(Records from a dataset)
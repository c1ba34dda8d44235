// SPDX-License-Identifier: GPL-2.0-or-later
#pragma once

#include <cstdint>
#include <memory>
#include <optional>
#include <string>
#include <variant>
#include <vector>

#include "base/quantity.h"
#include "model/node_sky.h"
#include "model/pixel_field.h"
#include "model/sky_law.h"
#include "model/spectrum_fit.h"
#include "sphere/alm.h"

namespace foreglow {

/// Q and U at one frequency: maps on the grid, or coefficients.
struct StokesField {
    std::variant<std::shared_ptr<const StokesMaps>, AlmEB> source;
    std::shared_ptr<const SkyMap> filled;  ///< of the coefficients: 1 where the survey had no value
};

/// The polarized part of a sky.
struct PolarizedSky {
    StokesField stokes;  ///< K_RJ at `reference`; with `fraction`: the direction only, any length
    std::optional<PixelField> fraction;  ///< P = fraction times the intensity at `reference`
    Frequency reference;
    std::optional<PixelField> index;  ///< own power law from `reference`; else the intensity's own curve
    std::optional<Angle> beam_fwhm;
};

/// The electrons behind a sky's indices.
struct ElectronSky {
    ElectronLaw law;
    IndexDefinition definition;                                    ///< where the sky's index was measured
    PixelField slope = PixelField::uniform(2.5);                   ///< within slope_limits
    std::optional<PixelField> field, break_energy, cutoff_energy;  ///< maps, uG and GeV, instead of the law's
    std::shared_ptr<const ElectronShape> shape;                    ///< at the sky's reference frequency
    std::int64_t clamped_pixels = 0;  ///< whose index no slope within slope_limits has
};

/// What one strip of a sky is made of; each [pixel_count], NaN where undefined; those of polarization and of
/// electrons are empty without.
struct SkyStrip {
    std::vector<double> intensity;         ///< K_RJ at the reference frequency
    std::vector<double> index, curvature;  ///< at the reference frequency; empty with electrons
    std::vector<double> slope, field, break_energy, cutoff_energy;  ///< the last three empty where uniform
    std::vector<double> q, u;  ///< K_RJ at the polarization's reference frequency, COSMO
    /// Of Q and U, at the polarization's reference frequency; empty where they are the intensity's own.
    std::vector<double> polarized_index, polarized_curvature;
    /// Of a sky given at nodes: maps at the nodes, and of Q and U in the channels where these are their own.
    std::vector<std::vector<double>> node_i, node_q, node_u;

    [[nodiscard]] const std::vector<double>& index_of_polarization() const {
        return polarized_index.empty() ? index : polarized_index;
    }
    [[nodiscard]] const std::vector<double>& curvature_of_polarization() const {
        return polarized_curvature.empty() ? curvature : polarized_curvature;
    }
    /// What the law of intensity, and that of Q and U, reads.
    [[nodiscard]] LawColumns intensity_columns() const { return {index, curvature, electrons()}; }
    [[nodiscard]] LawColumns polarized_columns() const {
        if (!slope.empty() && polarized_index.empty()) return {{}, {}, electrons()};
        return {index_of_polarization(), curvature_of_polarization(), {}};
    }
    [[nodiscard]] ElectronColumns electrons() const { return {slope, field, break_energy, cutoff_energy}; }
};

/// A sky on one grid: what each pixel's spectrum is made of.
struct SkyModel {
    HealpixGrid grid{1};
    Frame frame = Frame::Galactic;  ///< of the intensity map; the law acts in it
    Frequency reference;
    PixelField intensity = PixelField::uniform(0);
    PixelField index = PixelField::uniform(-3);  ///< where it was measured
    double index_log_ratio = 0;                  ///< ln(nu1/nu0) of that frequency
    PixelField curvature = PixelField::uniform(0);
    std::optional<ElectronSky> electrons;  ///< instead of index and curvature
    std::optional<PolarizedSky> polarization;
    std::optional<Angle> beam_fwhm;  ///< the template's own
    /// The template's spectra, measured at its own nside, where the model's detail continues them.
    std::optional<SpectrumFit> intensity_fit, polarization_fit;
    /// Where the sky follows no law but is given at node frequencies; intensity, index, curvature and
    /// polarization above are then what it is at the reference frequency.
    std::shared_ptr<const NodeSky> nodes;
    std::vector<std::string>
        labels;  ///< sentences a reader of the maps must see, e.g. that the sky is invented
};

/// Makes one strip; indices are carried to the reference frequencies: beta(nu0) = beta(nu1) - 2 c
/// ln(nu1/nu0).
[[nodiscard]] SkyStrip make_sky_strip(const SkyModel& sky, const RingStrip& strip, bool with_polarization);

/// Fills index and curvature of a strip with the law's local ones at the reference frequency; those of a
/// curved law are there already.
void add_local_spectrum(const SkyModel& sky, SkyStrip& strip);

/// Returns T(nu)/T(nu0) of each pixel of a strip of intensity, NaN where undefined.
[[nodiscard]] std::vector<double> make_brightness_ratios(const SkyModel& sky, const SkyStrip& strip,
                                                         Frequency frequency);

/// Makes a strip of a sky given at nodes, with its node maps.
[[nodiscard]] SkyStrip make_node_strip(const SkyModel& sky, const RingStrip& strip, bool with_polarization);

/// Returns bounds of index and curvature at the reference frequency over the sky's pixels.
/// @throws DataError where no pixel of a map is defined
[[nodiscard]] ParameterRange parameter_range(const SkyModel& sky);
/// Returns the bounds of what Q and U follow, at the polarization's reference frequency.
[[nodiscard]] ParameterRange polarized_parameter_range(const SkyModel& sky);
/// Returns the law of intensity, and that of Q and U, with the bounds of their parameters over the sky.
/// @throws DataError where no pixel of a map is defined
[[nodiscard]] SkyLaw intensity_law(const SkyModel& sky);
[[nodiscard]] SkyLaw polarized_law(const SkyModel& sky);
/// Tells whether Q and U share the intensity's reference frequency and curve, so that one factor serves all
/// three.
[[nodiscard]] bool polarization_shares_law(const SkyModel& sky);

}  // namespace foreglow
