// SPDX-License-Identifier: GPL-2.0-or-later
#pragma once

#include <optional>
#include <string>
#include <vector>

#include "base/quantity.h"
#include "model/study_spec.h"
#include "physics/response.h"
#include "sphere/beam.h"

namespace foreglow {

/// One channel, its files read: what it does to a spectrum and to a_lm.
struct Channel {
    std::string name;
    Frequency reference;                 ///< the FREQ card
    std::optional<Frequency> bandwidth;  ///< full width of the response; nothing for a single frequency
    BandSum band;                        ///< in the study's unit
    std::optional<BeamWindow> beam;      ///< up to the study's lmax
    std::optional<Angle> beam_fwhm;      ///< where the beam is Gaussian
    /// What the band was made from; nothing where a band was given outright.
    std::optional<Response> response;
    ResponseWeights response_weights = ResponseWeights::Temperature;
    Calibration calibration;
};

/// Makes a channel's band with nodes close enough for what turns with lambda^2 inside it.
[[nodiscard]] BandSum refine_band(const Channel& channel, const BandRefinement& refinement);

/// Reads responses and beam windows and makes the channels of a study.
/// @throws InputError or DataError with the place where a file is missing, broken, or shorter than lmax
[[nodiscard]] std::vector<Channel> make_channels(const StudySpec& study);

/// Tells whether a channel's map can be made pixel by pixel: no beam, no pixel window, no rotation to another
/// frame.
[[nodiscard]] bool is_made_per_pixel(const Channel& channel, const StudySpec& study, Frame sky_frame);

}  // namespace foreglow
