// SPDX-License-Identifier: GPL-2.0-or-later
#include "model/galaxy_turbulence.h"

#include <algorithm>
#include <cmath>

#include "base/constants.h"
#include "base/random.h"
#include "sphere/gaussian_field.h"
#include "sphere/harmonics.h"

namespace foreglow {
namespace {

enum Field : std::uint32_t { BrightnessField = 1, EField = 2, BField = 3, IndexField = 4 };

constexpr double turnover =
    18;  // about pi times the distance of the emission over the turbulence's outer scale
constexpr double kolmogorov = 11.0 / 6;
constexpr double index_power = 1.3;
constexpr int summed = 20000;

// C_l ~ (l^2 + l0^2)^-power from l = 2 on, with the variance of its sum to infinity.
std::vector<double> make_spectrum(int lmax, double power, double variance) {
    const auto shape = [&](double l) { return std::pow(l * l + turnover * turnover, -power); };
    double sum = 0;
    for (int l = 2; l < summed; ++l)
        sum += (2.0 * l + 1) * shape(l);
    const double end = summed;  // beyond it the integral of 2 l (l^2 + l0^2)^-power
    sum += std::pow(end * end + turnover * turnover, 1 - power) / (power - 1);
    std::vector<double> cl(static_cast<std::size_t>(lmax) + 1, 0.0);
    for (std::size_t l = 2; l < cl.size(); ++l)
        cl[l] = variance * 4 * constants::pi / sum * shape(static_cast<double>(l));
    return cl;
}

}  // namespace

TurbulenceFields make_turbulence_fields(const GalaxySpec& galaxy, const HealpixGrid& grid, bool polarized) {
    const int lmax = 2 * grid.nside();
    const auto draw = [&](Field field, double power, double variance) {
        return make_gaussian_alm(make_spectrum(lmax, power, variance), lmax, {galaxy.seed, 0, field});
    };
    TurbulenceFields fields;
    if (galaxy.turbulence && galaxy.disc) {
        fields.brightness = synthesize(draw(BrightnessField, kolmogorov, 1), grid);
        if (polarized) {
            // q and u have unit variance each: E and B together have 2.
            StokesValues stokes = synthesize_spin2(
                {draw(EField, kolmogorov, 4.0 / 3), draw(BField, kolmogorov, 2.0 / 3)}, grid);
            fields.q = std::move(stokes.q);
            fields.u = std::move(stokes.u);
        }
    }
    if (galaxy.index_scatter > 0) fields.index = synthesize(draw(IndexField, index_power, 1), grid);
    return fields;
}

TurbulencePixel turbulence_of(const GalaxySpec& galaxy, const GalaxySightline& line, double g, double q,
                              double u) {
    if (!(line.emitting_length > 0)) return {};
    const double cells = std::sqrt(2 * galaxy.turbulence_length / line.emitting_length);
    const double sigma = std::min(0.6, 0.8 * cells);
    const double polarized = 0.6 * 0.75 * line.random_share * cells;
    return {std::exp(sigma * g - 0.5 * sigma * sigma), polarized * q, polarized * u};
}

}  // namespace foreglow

_WORK ORDER:_
Look through the data above for lines holding the word "GalaxySpec". State how many there are and nothing else.

_RESULT OF THE TASK:_
2